_Task objective_
Every line from the start of the records below to the line containing "from dataclasses import replace" should be retyped exactly, that line included, and no others.

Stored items
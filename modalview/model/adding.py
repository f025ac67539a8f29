"""New parts as they are drawn: bodies, supports and links with starting values.

A drawn part can be analysed at once, with values that nobody has given yet. Each such value says so in its
source, so that a doubt can name it until it is typed.
"""

import math
from collections.abc import Sequence
from dataclasses import replace
from typing import Any

from modalview.errors import Fault, InputError, ModelFaultsError
from modalview.model import rules_bodies, rules_links
from modalview.model.adding_machines import add_excitation, add_machine
from modalview.model.entries import decimal_of, length_like, point_of
from modalview.model.ids import fresh_id
from modalview.model.parts import (
    LINK_KINDS,
    Body,
    Drawn,
    End,
    InertiaTensor,
    Link,
    Model,
    Motion,
    MountStiffness,
    Support,
)
from modalview.model.rules_context import Context, Finding, place_of
from modalview.model.values import STARTING, Value
from modalview.units import quantities as q
from modalview.units.quantities import Quantity
from modalview.units.show import show

__all__ = [
    "BODY_KINDS",
    "STARTING",
    "STARTING_SECTION",
    "add_body",
    "add_excitation",
    "add_link",
    "add_machine",
    "add_support",
    "end_at",
    "fresh_id",
    "starting_value",
]

# What a beam's starting values stand for: A = pi d^2 / 4, I = pi d^4 / 64, J = 2 I, of steel.
STARTING_SECTION = "solid round steel bar, diameter 100 mm"
_BEAM = {"E": ("210 GPa", q.MODULUS), "A": ("7854 mm2", q.AREA)}
_BEAM_IN_PLANE = {"I": ("4.909e6 mm4", q.SECOND_MOMENT)}
_BEAM_IN_SPACE = {
    "Iy": ("4.909e6 mm4", q.SECOND_MOMENT),
    "Iz": ("4.909e6 mm4", q.SECOND_MOMENT),
    "G": ("81 GPa", q.MODULUS),
    "J": ("9.817e6 mm4", q.SECOND_MOMENT),
}
_TEXTS: dict[Quantity, str] = {
    q.MASS: "100 kg",
    q.INERTIA: "1 kg m2",
    q.STIFFNESS: "1e6 N/m",
    q.DAMPING: "1e3 N s/m",
    q.TORSIONAL_STIFFNESS: "1e5 N m/rad",
    q.TORSIONAL_DAMPING: "10 N m s/rad",
}
_TEETH = (40, 20)
# Metres of a body that is put down with one click.
_SIZE = (0.6, 0.4)

# Which bodies have a meaning: a single axis does not turn, a shaft train does nothing else.
BODY_KINDS: dict[Motion, tuple[str, ...]] = {
    Motion.SINGLE_AXIS: ("mass", "junction"),
    Motion.SHAFT_TRAIN: ("disc", "junction"),
    Motion.PLANE: ("mass", "body", "disc", "junction"),
    Motion.SPACE: ("mass", "body", "junction"),
}
_STEMS = {
    "mass": "m",
    "body": "b",
    "disc": "d",
    "junction": "j",
    "spring": "k",
    "damper": "c",
    "mount": "mt",
    "shaft": "sh",
    "gear": "g",
    "beam": "bm",
    "rigid link": "r",
}


def starting_value(text: str, quantity: Quantity) -> Value:
    """Return a value that nobody has given yet; its source says so.

    >>> starting_value("100 kg", q.MASS).source
    'starting value, not given yet'
    """
    return replace(Value.typed(text, quantity), source=STARTING, status="assumed")


def _start(quantity: Quantity) -> Value:
    return starting_value(_TEXTS[quantity], quantity)


def add_body(
    model: Model, kind: str, position: tuple[float, ...], size: tuple[float, float] | None = None
) -> tuple[Model, str]:
    """Add a body with starting values.

    Parameters
    ----------
    kind : str
        "mass" (does not turn), "body", "disc" or "junction" (no mass); those of ``BODY_KINDS``.
    position : tuple of float
        Of the centre of gravity, m; two numbers, in space three.
    size : (width, height) or None
        As drawn, m. The inertia of a body is that of the solid rectangle m (w^2 + h^2) / 12, in
        space of the box whose depth is the smaller of both, of a disc in plane m w^2 / 8.

    Returns
    -------
    (Model, str)
        The model with the body at the end of its list, and the body's id.

    Raises
    ------
    InputError
        When the kind has no meaning in this motion or the size is not above zero.
    """
    known = BODY_KINDS[model.motion]
    if kind not in known:
        raise InputError(
            f"a {kind} has no meaning in {model.motion.value}; bodies here are {', '.join(known)}"
        )
    if size is not None and not (min(size) > 0 and math.isfinite(max(size))):
        raise InputError(f"a {kind} needs a width and a height above zero; found {size[0]:g} and {size[1]:g}")
    units = model.units or "SI"
    bare = Body(
        id=fresh_id(model, _STEMS[kind]),
        position=point_of(position, units),
        drawn=_drawn(kind, size, units),
    )
    new = _weighed(bare, kind, model, size or _SIZE)
    _refuse("bodies", len(model.bodies), new, list(rules_bodies.body(new, Context.of(model))))
    return replace(model, bodies=(*model.bodies, new)), new.id


def _drawn(kind: str, size: tuple[float, float] | None, units: str) -> Drawn | None:
    if kind == "junction":
        return Drawn(shape="point")
    shape = "disc" if kind == "disc" else None
    if size is None and kind != "body":
        return Drawn(shape=shape) if shape else None
    width, height = point_of(size or _SIZE, units)
    return Drawn(width=width, height=height, shape=shape)


def _weighed(bare: Body, kind: str, model: Model, size: tuple[float, float]) -> Body:
    """Give a body its starting mass and inertia; a junction has exactly none."""
    motion = model.motion
    if kind == "junction":
        if motion is Motion.SHAFT_TRAIN:
            return replace(bare, inertia=Value.typed("0 kg m2", q.INERTIA))
        return replace(bare, mass=Value.typed("0 kg", q.MASS))
    if motion is Motion.SHAFT_TRAIN:
        return replace(bare, inertia=_start(q.INERTIA))
    mass = _start(q.MASS)
    weighed = replace(bare, mass=mass)
    if kind == "mass":
        # A point has no inertia: left free to turn, it would have nothing to turn with.
        still = {Motion.PLANE: ("x", "y"), Motion.SPACE: ("x", "y", "z")}
        return replace(weighed, dof=still.get(motion))
    width, height = size
    if motion is Motion.SPACE:
        return replace(weighed, inertia=_box(mass.si, width, height, model.units or "SI"))
    moment = mass.si * (width**2 / 8 if kind == "disc" else (width**2 + height**2) / 12)
    return replace(weighed, inertia=_inertia(moment, model.units or "SI"))


def _inertia(moment: float, units: str) -> Value:
    return starting_value(show(moment, q.INERTIA, units), q.INERTIA)


def _box(mass: float, width: float, height: float, units: str) -> InertiaTensor:
    """Return the tensor of a box: width along x, height along z, the smaller of both along y."""
    depth = min(width, height)
    along = ((depth, height), (width, height), (width, depth))
    moments = [_inertia(mass * (a**2 + b**2) / 12, units) for a, b in along]
    return InertiaTensor(Ixx=moments[0], Iyy=moments[1], Izz=moments[2])


def add_support(model: Model, position: tuple[float, ...]) -> tuple[Model, str]:
    """Add a place on the ground at a position in m; return the model and the support's id."""
    new = Support(id=fresh_id(model, "s"), position=point_of(position, model.units or "SI"))
    _refuse("supports", len(model.supports), new, list(rules_bodies.support(new, Context.of(model))))
    return replace(model, supports=(*model.supports, new)), new.id


def end_at(model: Model, body_id: str, point: tuple[float, ...]) -> End:
    """Return the end of a link on a body at a point of the sheet.

    Parameters
    ----------
    point : tuple of float
        In the model's coordinates, m.

    Returns
    -------
    End
        With the offset from the centre of gravity, or with none where that is zero, where the body has
        no position, and in a shaft train, whose links lie on the axis.

    Raises
    ------
    LookupError
        When there is no such body.
    """
    body = next((one for one in model.bodies if one.id == body_id), None)
    if body is None:
        raise LookupError(f'there is no body "{body_id}"')
    if body.position is None or model.motion is Motion.SHAFT_TRAIN:
        return End(body=body_id)
    steps = [decimal_of(there) - decimal_of(one.si) for there, one in zip(point, body.position, strict=True)]
    if not any(steps):
        return End(body=body_id)
    return End(
        body=body_id,
        offset=tuple(length_like(one, float(step)) for one, step in zip(body.position, steps, strict=True)),
    )


def add_link(
    model: Model, kind: str, from_end: End, to_end: End, *, drag: Sequence[float] | None = None
) -> tuple[Model, str]:
    """Add a link with starting values between two ends.

    Parameters
    ----------
    kind : str
        One of `parts.LINK_KINDS`.
    from_end, to_end : End
        On a body or a support that is there.
    drag : sequence of float or None
        How the pointer went, in the model's coordinates. A spring or damper whose ends coincide acts along
        its largest component; without it such a link is refused.

    Returns
    -------
    (Model, str)
        The model with the link at the end of its list, and the link's id.

    Raises
    ------
    InputError
        When the kind has no meaning in this motion.
    ModelFaultsError
        When an end or the direction breaks a rule.
    """
    known = [one.kind for one in rules_links.KINDS[model.motion]]
    if kind not in known:
        raise InputError(
            f"a {kind} has no meaning in {model.motion.value}; links here are {', '.join(known)}"
        )
    context = Context.of(model)
    line = context.line(from_end, to_end)
    values = _values(kind, context, line)
    if kind in ("spring", "damper"):
        values["direction"] = _direction(context, line, drag)
    new = LINK_KINDS[kind](id=fresh_id(model, _STEMS[kind]), from_=from_end, to=to_end, **values)
    _refuse("links", len(model.links), new, list(rules_links.link(new, context)))
    return replace(model, links=(*model.links, new)), new.id


def _values(kind: str, context: Context, line: tuple[float, ...] | None) -> dict[str, Any]:
    """Return the starting values of a kind of link, by field; a rigid link has none."""
    shaft_train, space = context.motion is Motion.SHAFT_TRAIN, context.motion is Motion.SPACE
    shifts = {name: _start(q.STIFFNESS) for name in context.freedoms if not name.startswith("r")}
    section = _BEAM | (_BEAM_IN_SPACE if space else _BEAM_IN_PLANE)
    values: dict[str, dict[str, Any]] = {
        "spring": {"stiffness": _start(q.STIFFNESS)},
        "damper": {"damping": _start(q.TORSIONAL_DAMPING if shaft_train else q.DAMPING)},
        "mount": {"stiffness": MountStiffness(**shifts)},
        "shaft": {"stiffness": _start(q.TORSIONAL_STIFFNESS), "axis": _axis(context, line)},
        "gear": {"teeth": _TEETH},
        "beam": {key: starting_value(*typed) for key, typed in section.items()},
    }
    return values.get(kind, {})


def _direction(context: Context, line: tuple[float, ...] | None, drag: Sequence[float] | None) -> str | None:
    """Return along which axis a link acts whose ends coincide; None where the ends tell."""
    if context.drawn_only or line is None or any(line) or drag is None or not any(drag):
        return None
    sizes = [abs(step) for step in drag]
    return "xyz"[sizes.index(max(sizes))]


def _axis(context: Context, line: tuple[float, ...] | None) -> tuple[float, ...] | None:
    """Return the axis of a shaft in space: along its ends; None is along x."""
    if context.motion is not Motion.SPACE or line is None or not any(line[1:]):
        return None
    length = math.hypot(*line)
    return tuple(float(decimal_of(round(step / length, 12))) for step in line)


def _refuse(group: str, number: int, part: Body | Support | Link, findings: list[Finding]) -> None:
    if findings:
        place = place_of(group, number, part.id)
        raise ModelFaultsError(tuple(Fault(f"{place} . {key}", reason) for key, reason in findings))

_Finished exercise_
filename modalview/model/adding.py
repository f025ac67539a8f29
"""New parts as they are drawn: bodies, supports and links with starting values.

A drawn part can be analysed at once, with values that nobody has given yet. Each such value says so in its
source, so that a doubt can name it until it is typed.
"""

import math
from collections.abc import Sequence
from dataclasses import replace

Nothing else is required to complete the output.